Design of photonic microcavities in hexagonal boron nitride

TL;DR

This paper designs photonic crystal cavities in hexagonal boron nitride to enhance quantum emitter coupling, analyzing effects of substrates and absorption for potential quantum photonic applications.

Contribution

It introduces the design of 2D and 1D photonic crystal cavities in hBN, considering anisotropic indices and substrate effects, advancing quantum photonics research.

Findings

Optimized cavity designs for hBN quantum emitters.

Analysis of substrate and absorption effects on cavity performance.

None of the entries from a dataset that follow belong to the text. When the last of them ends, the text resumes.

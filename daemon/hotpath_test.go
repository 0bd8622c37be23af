package daemon

import (
	"testing"

	"github.com/nats-io/nats.go"

	"lariat/config"
)

// TestHotPathAllocs checks that the per-record path, intake (decode and
// enqueue) plus apply on the model goroutine (holdout or ladder, metrics),
// allocates nothing once the feature names are learned. The daemon is built
// but not run; the test plays both goroutines.
func TestHotPathAllocs(t *testing.T) {
	for _, loss := range []string{config.LossSquared, config.LossLogistic} {
		t.Run(loss, func(t *testing.T) {
			m := testModel("allocs", "test.allocs", loss)
			m.Retune.Every = 1 << 30 // retuning scores the ladder: not per record
			d, err := New(testConfig(t, m))
			if err != nil {
				t.Fatal(err)
			}
			w := d.byName["allocs"]
			msgs := sparseTruth(8).records(64, loss == config.LossLogistic, 9)
			i := 0
			step := func() {
				w.intake(&nats.Msg{Subject: "test.allocs", Data: msgs[i%len(msgs)]})
				i++
				w.apply(<-w.queue)
			}
			for range 100 { // learn the names, fill buffers
				step()
			}
			// The *nats.Msg above is the client's allocation, not ours;
			// build them first so only the path is measured.
			pre := make([]*nats.Msg, 2000)
			for k := range pre {
				pre[k] = &nats.Msg{Subject: "test.allocs", Data: msgs[k%len(msgs)]}
			}
			k := 0
			allocs := testing.AllocsPerRun(1000, func() {
				w.intake(pre[k])
				k++
				w.apply(<-w.queue)
			})
			if allocs != 0 {
				t.Errorf("%v allocations per record, want 0", allocs)
			}
		})
	}
}
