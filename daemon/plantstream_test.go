package daemon

import (
	"math"
	"testing"
	"time"

	"github.com/nats-io/nats.go"

	"lariat/config"
	"lariat/daemon/plant"
)

// TestPlantStreamFinite feeds the demo configuration's trip model 10k plant
// records directly (no bus), with idle steps in between, and checks that
// no coefficient, intercept or held-out score ever becomes NaN or Inf (the
// plant has 40 channels in a 64-column ladder: 24 columns never see a value).
func TestPlantStreamFinite(t *testing.T) {
	cfg, _ := config.Demo()
	cfg.NATS.Listen, cfg.HTTP.Listen, cfg.DataDir = "127.0.0.1:-1", "127.0.0.1:0", t.TempDir()
	d, err := New(cfg)
	if err != nil {
		t.Fatal(err)
	}
	w := d.byName["pump-trip"]
	p := plant.New(&plant.Options{Seed: 1, TripSubject: func(string) string { return "trip" }, TempSubject: func(string) string { return "temp" }}, time.Unix(0, 0))
	for i := range 20000 {
		subj, msg := p.Next()
		if subj != "trip" {
			continue
		}
		w.intake(&nats.Msg{Subject: subj, Data: append([]byte(nil), msg...)})
		w.apply(<-w.queue)
		if i%50 == 0 {
			w.pipe.Idle(64)
		}
		for _, s := range w.pipe.Scores() {
			if math.IsNaN(s.Loss) {
				t.Fatalf("record %d: NaN score %+v", i, s)
			}
		}
		for k := range w.pipe.Ladder().Size() {
			m := w.pipe.Ladder().Model(k)
			for j, c := range m.Coef {
				if math.IsNaN(c) || math.IsInf(c, 0) {
					t.Fatalf("record %d: member %d coef %d = %v", i, k, j, c)
				}
			}
			if math.IsNaN(m.Intercept) {
				t.Fatalf("record %d: member %d intercept NaN", i, k)
			}
		}
	}
}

Predicted spontaneous emission rate enhancements.

Abstract

We propose and design photonic crystal cavities (PCCs) in hexagonal boron nitride (hBN) for diverse photonic and quantum applications. Two dimensional (2D) hBN flakes contain quantum emitters which are ultra-bright and photostable at room temperature. To achieve optimal coupling of these emitters to optical resonators, fabrication of cavities from monolithic hBN is therefore required, to maximize the overlap between cavity optical modes and the emitters. Here, we design 2D and 1D PCCs using anisotropic indices of hBN. The influence of underlying substrates and material absorption are investigated, and spontaneous emission rate enhancements are calculated. Our results are promising for future quantum photonic experiments with hBN.